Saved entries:
=== Begin Enclosure ===
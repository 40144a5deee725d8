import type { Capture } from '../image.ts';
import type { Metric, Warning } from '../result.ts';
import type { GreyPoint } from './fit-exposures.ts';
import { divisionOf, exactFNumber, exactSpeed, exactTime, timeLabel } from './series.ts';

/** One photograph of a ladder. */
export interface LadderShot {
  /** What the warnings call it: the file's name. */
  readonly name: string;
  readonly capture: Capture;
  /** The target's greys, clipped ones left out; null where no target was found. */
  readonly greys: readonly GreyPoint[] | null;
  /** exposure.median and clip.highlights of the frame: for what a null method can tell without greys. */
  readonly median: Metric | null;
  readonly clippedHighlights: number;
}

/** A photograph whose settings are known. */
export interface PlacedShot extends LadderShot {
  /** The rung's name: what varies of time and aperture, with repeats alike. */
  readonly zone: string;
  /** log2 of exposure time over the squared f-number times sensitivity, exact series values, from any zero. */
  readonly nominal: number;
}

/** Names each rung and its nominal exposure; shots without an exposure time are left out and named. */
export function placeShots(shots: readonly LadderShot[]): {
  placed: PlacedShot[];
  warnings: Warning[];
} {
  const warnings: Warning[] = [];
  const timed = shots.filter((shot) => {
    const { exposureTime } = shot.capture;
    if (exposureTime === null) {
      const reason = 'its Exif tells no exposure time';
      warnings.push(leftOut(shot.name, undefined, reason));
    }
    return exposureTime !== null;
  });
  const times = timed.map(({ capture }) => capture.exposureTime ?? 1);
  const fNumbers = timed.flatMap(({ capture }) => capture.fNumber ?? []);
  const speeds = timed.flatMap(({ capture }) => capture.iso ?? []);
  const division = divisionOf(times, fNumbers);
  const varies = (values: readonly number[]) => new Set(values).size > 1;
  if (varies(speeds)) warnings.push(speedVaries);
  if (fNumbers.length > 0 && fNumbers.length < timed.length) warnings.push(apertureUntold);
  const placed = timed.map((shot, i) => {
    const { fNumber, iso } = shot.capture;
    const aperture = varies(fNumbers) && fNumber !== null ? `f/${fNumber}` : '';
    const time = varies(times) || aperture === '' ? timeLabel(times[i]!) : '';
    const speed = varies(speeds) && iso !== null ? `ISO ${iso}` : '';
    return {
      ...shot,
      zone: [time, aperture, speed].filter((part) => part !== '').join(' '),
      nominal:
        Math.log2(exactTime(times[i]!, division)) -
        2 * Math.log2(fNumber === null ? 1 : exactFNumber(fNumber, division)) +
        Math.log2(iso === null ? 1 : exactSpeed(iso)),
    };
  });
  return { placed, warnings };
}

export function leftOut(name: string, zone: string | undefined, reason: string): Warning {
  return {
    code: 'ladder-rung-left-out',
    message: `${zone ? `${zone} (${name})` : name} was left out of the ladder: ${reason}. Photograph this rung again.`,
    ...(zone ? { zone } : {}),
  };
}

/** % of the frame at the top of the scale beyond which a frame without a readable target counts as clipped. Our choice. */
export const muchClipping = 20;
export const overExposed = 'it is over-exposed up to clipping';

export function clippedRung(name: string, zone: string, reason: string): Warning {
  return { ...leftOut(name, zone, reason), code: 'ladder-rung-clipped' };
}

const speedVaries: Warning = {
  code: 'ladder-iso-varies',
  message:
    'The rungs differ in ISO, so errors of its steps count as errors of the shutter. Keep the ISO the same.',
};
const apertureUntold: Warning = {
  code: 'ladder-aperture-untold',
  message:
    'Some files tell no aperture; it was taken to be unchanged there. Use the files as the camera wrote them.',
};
=== End Enclosure ===
=== Begin Enclosure ===
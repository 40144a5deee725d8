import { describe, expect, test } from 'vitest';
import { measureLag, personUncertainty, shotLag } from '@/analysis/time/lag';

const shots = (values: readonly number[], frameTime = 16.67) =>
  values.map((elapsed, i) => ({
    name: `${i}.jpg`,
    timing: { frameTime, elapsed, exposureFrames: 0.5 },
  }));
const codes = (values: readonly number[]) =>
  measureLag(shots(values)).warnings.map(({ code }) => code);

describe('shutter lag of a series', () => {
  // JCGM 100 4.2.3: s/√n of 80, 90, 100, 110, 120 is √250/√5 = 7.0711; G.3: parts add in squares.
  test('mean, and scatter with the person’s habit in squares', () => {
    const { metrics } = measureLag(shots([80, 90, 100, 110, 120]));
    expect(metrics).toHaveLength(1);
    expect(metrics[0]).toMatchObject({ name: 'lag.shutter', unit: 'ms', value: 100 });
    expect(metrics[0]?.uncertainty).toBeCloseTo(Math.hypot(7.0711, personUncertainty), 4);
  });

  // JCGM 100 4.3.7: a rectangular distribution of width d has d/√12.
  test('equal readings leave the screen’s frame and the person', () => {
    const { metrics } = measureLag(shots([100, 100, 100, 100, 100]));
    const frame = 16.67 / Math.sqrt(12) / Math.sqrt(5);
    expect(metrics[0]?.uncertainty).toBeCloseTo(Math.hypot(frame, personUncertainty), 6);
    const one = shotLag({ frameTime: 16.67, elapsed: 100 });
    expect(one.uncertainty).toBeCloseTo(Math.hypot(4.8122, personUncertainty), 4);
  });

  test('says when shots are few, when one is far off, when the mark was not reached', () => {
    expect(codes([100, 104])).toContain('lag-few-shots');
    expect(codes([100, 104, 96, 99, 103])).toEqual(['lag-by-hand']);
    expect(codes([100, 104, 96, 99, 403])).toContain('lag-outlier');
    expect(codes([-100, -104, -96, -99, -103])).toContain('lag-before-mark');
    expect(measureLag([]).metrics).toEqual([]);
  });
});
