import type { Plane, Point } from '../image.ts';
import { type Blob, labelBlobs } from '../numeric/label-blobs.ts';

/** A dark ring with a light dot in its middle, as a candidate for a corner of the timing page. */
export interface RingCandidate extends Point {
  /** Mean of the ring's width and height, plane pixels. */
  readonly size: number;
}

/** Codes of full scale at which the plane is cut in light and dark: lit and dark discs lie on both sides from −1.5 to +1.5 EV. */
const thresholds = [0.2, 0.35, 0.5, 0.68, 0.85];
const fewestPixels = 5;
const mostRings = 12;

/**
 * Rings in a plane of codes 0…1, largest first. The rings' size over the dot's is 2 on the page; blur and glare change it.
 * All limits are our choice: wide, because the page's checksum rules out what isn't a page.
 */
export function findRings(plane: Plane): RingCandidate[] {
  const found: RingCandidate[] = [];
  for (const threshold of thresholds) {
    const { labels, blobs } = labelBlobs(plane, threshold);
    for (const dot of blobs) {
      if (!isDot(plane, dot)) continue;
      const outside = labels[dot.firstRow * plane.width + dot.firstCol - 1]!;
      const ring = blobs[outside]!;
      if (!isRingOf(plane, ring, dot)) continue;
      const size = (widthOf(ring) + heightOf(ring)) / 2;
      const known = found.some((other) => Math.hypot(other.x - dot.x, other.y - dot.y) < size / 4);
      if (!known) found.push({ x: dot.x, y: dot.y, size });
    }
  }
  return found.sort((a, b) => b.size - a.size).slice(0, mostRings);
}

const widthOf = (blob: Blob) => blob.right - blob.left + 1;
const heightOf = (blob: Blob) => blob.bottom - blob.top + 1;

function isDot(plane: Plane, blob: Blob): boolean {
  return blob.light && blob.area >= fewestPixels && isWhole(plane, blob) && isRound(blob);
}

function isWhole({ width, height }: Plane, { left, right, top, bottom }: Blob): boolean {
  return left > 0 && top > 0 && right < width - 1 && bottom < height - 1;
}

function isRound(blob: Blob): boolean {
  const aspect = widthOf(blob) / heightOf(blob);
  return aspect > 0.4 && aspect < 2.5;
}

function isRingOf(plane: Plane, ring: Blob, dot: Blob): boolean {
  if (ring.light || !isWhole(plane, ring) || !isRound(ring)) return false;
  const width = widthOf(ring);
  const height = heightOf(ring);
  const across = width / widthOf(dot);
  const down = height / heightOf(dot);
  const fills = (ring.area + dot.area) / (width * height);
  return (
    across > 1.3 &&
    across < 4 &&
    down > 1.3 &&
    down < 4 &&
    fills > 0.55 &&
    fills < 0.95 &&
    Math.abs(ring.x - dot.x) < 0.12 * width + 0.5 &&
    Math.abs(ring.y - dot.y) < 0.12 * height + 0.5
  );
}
=== End Enclosure ===
=== Begin Enclosure ===
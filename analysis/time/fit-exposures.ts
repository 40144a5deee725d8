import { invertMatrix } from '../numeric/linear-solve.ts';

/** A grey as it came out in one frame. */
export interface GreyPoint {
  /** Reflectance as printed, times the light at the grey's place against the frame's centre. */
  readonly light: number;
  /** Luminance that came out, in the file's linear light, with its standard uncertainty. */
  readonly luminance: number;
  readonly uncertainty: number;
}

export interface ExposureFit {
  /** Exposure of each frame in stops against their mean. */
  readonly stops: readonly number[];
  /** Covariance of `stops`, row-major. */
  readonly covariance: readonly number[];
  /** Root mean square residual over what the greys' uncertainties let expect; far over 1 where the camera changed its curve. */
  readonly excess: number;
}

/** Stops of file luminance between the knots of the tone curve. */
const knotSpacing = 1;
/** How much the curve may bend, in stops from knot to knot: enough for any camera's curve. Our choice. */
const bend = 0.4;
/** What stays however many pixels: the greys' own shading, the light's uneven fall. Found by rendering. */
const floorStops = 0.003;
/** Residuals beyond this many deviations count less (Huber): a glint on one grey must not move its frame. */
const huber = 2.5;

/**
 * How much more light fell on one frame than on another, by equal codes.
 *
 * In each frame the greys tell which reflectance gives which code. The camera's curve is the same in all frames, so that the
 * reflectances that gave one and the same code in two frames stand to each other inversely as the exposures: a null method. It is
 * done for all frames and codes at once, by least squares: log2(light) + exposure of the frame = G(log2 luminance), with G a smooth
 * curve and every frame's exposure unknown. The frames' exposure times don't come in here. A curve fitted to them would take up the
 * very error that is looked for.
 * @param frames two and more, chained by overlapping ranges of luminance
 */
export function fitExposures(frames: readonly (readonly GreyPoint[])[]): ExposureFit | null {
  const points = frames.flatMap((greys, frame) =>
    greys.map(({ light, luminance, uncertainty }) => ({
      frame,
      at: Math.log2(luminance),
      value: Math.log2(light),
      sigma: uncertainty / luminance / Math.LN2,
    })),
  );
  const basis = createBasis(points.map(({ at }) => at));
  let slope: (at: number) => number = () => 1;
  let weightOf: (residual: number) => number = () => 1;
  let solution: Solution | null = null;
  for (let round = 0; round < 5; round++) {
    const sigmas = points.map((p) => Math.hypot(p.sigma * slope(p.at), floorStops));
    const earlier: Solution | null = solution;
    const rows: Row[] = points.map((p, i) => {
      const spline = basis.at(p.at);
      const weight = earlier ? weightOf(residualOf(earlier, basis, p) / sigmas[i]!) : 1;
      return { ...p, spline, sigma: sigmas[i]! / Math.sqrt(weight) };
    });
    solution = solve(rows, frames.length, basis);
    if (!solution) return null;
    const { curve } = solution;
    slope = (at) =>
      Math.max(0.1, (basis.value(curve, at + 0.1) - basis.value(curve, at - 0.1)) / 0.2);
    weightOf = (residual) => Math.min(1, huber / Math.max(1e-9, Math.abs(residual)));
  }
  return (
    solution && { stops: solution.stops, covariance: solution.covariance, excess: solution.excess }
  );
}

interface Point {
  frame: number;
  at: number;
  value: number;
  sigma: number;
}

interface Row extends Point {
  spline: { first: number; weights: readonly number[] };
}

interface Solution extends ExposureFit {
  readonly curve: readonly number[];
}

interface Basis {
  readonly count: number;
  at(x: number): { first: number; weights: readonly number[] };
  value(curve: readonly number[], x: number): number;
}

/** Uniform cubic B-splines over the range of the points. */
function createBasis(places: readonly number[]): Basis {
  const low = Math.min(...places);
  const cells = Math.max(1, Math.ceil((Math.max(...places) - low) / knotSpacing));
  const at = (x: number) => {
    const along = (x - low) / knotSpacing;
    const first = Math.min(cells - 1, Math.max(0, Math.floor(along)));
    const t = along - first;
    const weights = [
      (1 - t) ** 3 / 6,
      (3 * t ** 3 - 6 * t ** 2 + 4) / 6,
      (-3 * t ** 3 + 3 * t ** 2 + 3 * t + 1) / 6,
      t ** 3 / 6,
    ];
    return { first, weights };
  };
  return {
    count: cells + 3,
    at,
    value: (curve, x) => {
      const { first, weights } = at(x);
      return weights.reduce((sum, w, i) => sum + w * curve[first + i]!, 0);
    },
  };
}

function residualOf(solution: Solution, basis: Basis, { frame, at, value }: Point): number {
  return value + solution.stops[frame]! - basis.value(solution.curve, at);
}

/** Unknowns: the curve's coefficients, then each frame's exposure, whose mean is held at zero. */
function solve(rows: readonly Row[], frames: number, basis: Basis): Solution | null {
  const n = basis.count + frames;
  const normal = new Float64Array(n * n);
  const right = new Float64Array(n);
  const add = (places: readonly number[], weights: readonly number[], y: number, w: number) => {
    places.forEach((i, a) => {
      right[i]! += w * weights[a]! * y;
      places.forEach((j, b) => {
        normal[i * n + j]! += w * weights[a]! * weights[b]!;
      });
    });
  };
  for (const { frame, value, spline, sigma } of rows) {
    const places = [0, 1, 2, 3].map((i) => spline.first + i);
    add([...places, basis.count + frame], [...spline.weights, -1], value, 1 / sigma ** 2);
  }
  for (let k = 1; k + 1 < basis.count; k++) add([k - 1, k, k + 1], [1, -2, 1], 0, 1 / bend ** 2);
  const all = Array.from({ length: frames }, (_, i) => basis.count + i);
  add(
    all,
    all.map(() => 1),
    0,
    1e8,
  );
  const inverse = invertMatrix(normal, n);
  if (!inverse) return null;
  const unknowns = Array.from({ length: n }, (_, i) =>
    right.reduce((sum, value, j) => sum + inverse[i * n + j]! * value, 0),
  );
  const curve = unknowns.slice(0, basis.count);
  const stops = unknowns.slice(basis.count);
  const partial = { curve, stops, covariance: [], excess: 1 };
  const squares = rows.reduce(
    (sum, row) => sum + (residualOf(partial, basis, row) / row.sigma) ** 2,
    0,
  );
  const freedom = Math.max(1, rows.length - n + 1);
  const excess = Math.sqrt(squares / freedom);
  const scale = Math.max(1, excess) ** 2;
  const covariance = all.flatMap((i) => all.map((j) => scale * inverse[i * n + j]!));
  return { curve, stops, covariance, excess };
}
=== End Enclosure ===
* To do
Looking at the entries above, can you reproduce exactly the lines from the one that holds "return found.sort((a, b)" through the one that holds "right, top, bottom", and only those?

* Task answer
  return found.sort((a, b) => b.size - a.size).slice(0, mostRings);
}

const widthOf = (blob: Blob) => blob.right - blob.left + 1;
const heightOf = (blob: Blob) => blob.bottom - blob.top + 1;

function isDot(plane: Plane, blob: Blob): boolean {
  return blob.light && blob.area >= fewestPixels && isWhole(plane, blob) && isRound(blob);
}

function isWhole({ width, height }: Plane, { left, right, top, bottom }: Blob): boolean {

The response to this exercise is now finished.